A diver leaves a 3-m board on a trajectory that takes her 2.8m above the board and then into the water 2.7m horizontally from the end of the board.At what speed and angle did she leave the board?

Formulas for projectile motion:
h,max = vo^2 sin^2 (x) / 2g
R = vo^2 sin (2x) / g
where
h,max = maximum height
R = range
vo = initial velocity
x = angle
g = acceleration due to gravity = 9.8 m/s^2
In the problem, we are asked to find vo and x, and we have two equation, so we can solve for them:
2.8 = vo^2 sin^2 (x) / 19.6 : equation (1)

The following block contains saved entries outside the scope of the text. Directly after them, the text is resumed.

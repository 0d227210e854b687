"""The compiled steps of ``HigherLoop``."""

from __future__ import annotations

from typing import Any

import numpy as np
from numba import njit

from frontend_sim.analog.limits.kernels import DOWN, FREE, GONE, HIGH, LOW, MOST_EVENTS, UP

EDGE = 1e-9
"""Share of a slew rate by which its end is later than its begin, so that the two never meet."""


@njit(cache=True)
def stepped(table: Any, level: int, z: Any, out: Any) -> None:
    """out = z after step number ``level`` of a table of steps, which are less the identity."""
    size = len(z)
    for r in range(size):
        total = z[r]
        for k in range(size):
            total += table[level, r, k] * z[k]
        out[r] = total


@njit(cache=True)
def join(table: Any, count: int, whole: Any) -> None:
    """whole = the step over ``count`` smallest steps, less the identity."""
    size = len(whole)
    whole[:] = 0.0
    level = 0
    while count > 0:
        if count & 1:
            e = table[level]
            whole[:] += e + e @ whole
        count >>= 1
        level += 1


@njit(cache=True)
def valid(
    mode: int, x: Any, u: float, c: Any, w_row: Any,
    rate: float, gain: float, up: float, down: float, low: float, high: float,
) -> bool:  # fmt: skip
    """Tell whether a mode still holds at states x and input u."""
    y, w = 0.0, 0.0
    for i in range(len(c)):
        y += c[i] * x[i]
        w += w_row[i] * x[i]
    slope = rate * (gain * u - y)
    if mode == FREE:
        inside = (w <= high or slope <= 0.0) and (w >= low or slope >= 0.0)
        return inside and -down <= slope <= up
    if mode == UP:
        return slope >= up * (1.0 - EDGE) and w <= high
    if mode == DOWN:
        return slope <= -down * (1.0 - EDGE) and w >= low
    return slope >= 0.0 if mode == HIGH else slope <= 0.0


@njit(cache=True)
def mode_at(
    mode: int, x: Any, u: float, c: Any, w_row: Any,
    rate: float, gain: float, up: float, down: float, low: float, high: float,
) -> int:  # fmt: skip
    """Return what limits from here on, given what limited up to here."""
    y, w = 0.0, 0.0
    for i in range(len(c)):
        y += c[i] * x[i]
        w += w_row[i] * x[i]
    slope = rate * (gain * u - y)
    near = 1e-9 * (1.0 + abs(w))
    if slope > 0.0 and (mode == HIGH or w >= high or (mode != LOW and w >= high - near)):
        return HIGH
    if slope < 0.0 and (mode == LOW or w <= low or (mode != HIGH and w <= low + near)):
        return LOW
    if slope >= up * (1.0 - 0.5 * EDGE):
        return UP
    return DOWN if slope <= -down * (1.0 - 0.5 * EDGE) else FREE


@njit(cache=True)
def loop(
    state: Any, length: Any, begin: Any, end: Any, linear: Any,
    unit: float, free: Any, held: Any, c: Any, w_row: Any,
    rate: float, gain: float, up: float, down: float, low: float, high: float,
    deviation: Any, time: Any, piece: Any, since: Any,
) -> None:  # fmt: skip
    """Advance state = [d, mode, x_lin, x - x_lin] over pieces; deviation[s] = y - linear[s]."""
    n = len(c)
    mode = np.int64(state[1])
    plain, plain_out = np.empty(n + 2), np.empty(n + 2)
    x, trial = np.empty(n), np.empty(n)
    beyond, moved = state[2 + n :].copy(), np.empty(n)
    plain[:n] = state[2 : 2 + n]
    known = -1.0
    count = np.int64(0)
    whole, whole_held = np.zeros((1, n + 2, n + 2)), np.zeros((1, n + 1, n + 1))
    narrow, narrow_out = np.empty(n + 1), np.empty(n + 1)
    for s in range(len(length)):
        dt = length[s]
        if dt != known:
            known, count = dt, np.int64(np.rint(dt / unit))
            join(free, count, whole[0])
            join(held, count, whole_held[0])
        slope = (end[s] - begin[s]) / dt if dt > 0.0 else 0.0
        plain[n], plain[n + 1] = begin[s], slope
        for i in range(n):
            x[i] = plain[i] + beyond[i]
        mode = mode_at(mode, x, begin[s], c, w_row, rate, gain, up, down, low, high)
        stepped(whole, 0, plain, plain_out)
        if mode == FREE:
            for r in range(n):
                moved[r] = beyond[r]
                for k in range(n):
                    moved[r] += whole[0, r, k] * beyond[k]
                trial[r] = plain_out[r] + moved[r]
        else:
            narrow[:n] = x
            narrow[n] = up if mode == UP else -down if mode == DOWN else 0.0
            stepped(whole_held, 0, narrow, narrow_out)
            trial[:] = narrow_out[:n]
            for r in range(n):
                moved[r] = trial[r] - plain_out[r]
        if valid(mode, trial, end[s], c, w_row, rate, gain, up, down, low, high):
            if mode >= 0:
                time[mode] += dt
                if piece[mode] < 0:
                    piece[mode], since[mode] = s, 0.0
        else:
            mode = through(
                mode, x, begin[s], slope, count, unit, free, held, c, w_row,
                rate, gain, up, down, low, high, s, time, piece, since,
            )  # fmt: skip
            for r in range(n):
                moved[r] = x[r] - plain_out[r]
        d, y, gone = 0.0, 0.0, True
        for r in range(n):
            d += c[r] * moved[r]
            y += c[r] * (plain_out[r] + moved[r])
            gone = gone and abs(moved[r]) < GONE
        for r in range(n):
            beyond[r] = 0.0 if gone else moved[r]
            plain[r] = plain_out[r]
        if gone:
            d = 0.0
        elif mode != FREE:
            d = y - linear[s]
        deviation[s] = d
    state[0], state[1] = deviation[len(length) - 1], mode
    state[2 : 2 + n] = plain[:n]
    state[2 + n :] = beyond


@njit(cache=True)
def through(
    mode: int, x: Any, u: float, slope: float, count: int, unit: float,
    free: Any, held: Any, c: Any, w_row: Any,
    rate: float, gain: float, up: float, down: float, low: float, high: float,
    s: int, time: Any, piece: Any, since: Any,
) -> int:  # fmt: skip
    """Go through the events of one piece; x is advanced in place, and what limits is returned.

    The end of a mode is found by bisection: from the longest step to the shortest, each is taken if
    the mode still holds behind it.
    """
    n = len(c)
    done = np.int64(0)
    wide, wide_out = np.empty(n + 2), np.empty(n + 2)
    narrow, narrow_out = np.empty(n + 1), np.empty(n + 1)
    for _ in range(MOST_EVENTS):
        begun = done
        at = u + slope * (done * unit)
        wide[:n], narrow[:n] = x, x
        wide[n], wide[n + 1] = at, slope
        narrow[n] = up if mode == UP else -down if mode == DOWN else 0.0
        for level in range(len(free) - 1, -1, -1):
            step = np.int64(1) << level
            if done + step > count:
                continue
            if mode == FREE:
                stepped(free, level, wide, wide_out)
                holds = valid(
                    mode, wide_out[:n], wide_out[n], c, w_row, rate, gain, up, down, low, high
                )
                if holds:
                    wide[:] = wide_out
            else:
                stepped(held, level, narrow, narrow_out)
                holds = valid(
                    mode, narrow_out[:n], u + slope * ((done + step) * unit), c, w_row,
                    rate, gain, up, down, low, high,
                )  # fmt: skip
                if holds:
                    narrow[:] = narrow_out
            if holds:
                done += step
        x[:] = wide[:n] if mode == FREE else narrow[:n]
        if mode >= 0 and done > begun:
            time[mode] += (done - begun) * unit
            if piece[mode] < 0:
                piece[mode], since[mode] = s, begun * unit
        if done >= count:
            break
        # The smallest step is taken in any case, so that time goes on.
        if mode == FREE:
            stepped(free, 0, wide, wide_out)
            x[:] = wide_out[:n]
        else:
            stepped(held, 0, narrow, narrow_out)
            x[:] = narrow_out[:n]
        done += 1
        at = u + slope * (done * unit)
        mode = mode_at(mode, x, at, c, w_row, rate, gain, up, down, low, high)
    return mode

2.7 = vo^2 sin (2x) / 9.8 : equation (2)

To solve this, what we can do is to divide equation (1) by equation (2):
2.8/2.7 = (sin^2 (x) / 19.6) / (sin (2x) / 9.8)

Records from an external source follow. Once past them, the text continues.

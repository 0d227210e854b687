"""The state space of all-pass sections against the exact rational functions that it stands for."""

from __future__ import annotations

from fractions import Fraction
from typing import Any

import mpmath as mp
import numpy as np
import pytest
from hypothesis import given, settings
from hypothesis import strategies as st

from frontend_sim.analog.network.realization import input_columns, state_matrix

POLES: dict[str, list[complex]] = {
    "none": [],
    "one": [-3.0],
    "pair": [complex(-1.0, 7.0), complex(-1.0, -7.0)],
    "equal": [-2.0, -2.0, -2.0, complex(-1, 1), complex(-1, -1), complex(-1, 1), complex(-1, -1)],
    "far apart": [-1e-6, -1.0, -1e6, -1e12],
    "on the axis": [0.0, 5j, -5j, 9j, -9j, -2.0],
    "sharp": [complex(-1e-7, 1.0), complex(-1e-7, -1.0), -3.0],
    "crowd": [complex(-(1.1**k)) for k in range(16)],
}


def _numerators(poles: list[complex]) -> dict[str, tuple[Fraction, ...]]:
    """Return some numerators, up to the degree of the denominator."""
    rng = np.random.default_rng(len(poles))
    size = np.exp(np.mean(np.log([max(abs(p), 1.0) for p in poles]))) if poles else 1.0
    n = len(poles)
    rows = {
        "constant": [1.0] + [0.0] * n,
        "highest": [0.0] * n + [1.0],
        "any": list(rng.standard_normal(n + 1)),
        "mixed": [float(rng.standard_normal() / size**k) for k in range(n + 1)],
    }
    return {
        name: tuple(Fraction(value) for value in np.trim_zeros(row, "b"))
        for name, row in rows.items()
    }


@pytest.mark.parametrize("name", POLES)
def test_columns_give_their_transfer_functions(name: str) -> None:
    """c (s - a)^-1 b + d of the rounded matrices at 60 digits, to 1e-14 of the largest value.

    The last bit of |p| moves a resonance by that share of it, so a sharp one may be off by Q bits.
    """
    poles = POLES[name]
    sharpest = max((abs(p) / -p.real for p in poles if p.real < 0.0), default=1.0)
    share = 1e-14 + 2e-16 * sharpest
    numerators = _numerators(poles)
    a, c = state_matrix(poles)
    columns = input_columns(poles, numerators)
    frequencies = np.logspace(-8, 14, 45)
    with mp.workdps(60):
        inverses = [_inverse(a, c, 1j * w) for w in frequencies]
        for source, (b, d) in columns.items():
            true = np.array([_true(poles, numerators[source], 1j * w) for w in frequencies])
            found = np.array(
                [complex(sum(row[i] * b[i] for i in range(len(b))) + d) for row in inverses]
            )
            assert np.max(np.abs(found - true)) <= share * np.max(np.abs(true))


def _inverse(a: Any, c: Any, s: complex) -> Any:
    """Return c (s - a)^-1."""
    n = len(c)
    if n == 0:
        return []
    system = mp.mpc(s) * mp.eye(n) - mp.matrix(a.tolist())
    return list(mp.lu_solve(system.T, mp.matrix(c.tolist())))


def _true(poles: list[complex], numerator: tuple[Fraction, ...], s: complex) -> complex:
    top = mp.fsum(
        mp.mpf(value.numerator) / value.denominator * mp.mpc(s) ** k
        for k, value in enumerate(numerator)
    )
    bottom = mp.mpf(1)
    for pole in poles:
        bottom *= mp.mpc(s) - mp.mpc(pole)
    return complex(top / bottom)


@given(
    rates=st.lists(st.floats(-6.0, 9.0).map(lambda x: -(10.0**x)), min_size=1, max_size=8),
)
@settings(max_examples=50, deadline=None)
def test_matrix_is_lower_triangular_with_its_poles(rates: list[float]) -> None:
    """Real poles stand on the diagonal, slow ones first, each row as large as its own rate."""
    a, c = state_matrix([complex(rate) for rate in rates])
    np.testing.assert_array_equal(np.triu(a, 1), 0.0)
    np.testing.assert_array_equal(np.diag(a), sorted(rates, reverse=True))
    assert np.all(np.abs(a) <= 2.0 * np.abs(np.diag(a))[:, None])
    np.testing.assert_array_equal(c, 1.0)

1.03704 = sin^2 (x) / 2*sin(2x)
Note that sin(2x) = 2 sin(x) cos(x), thus
1.03704 = sin^2 (x) / 2*2*sin(x) cos(x)
1.03704 = sin(x) / 4 * cos(x)
4.148148 = sin(x) / cos(x)
Note that sin(x)/cos(x) = tan(x), thus
4.148148 = tan(x)
x = 76.44 degrees

Now that you have a value for angle, substitute this back to either equation and solve for vo.
hope this helps~ `u`
(I apologize is someone already posted an answer/solution before me. My internet is really slow and I can't seem to post a comment right away.)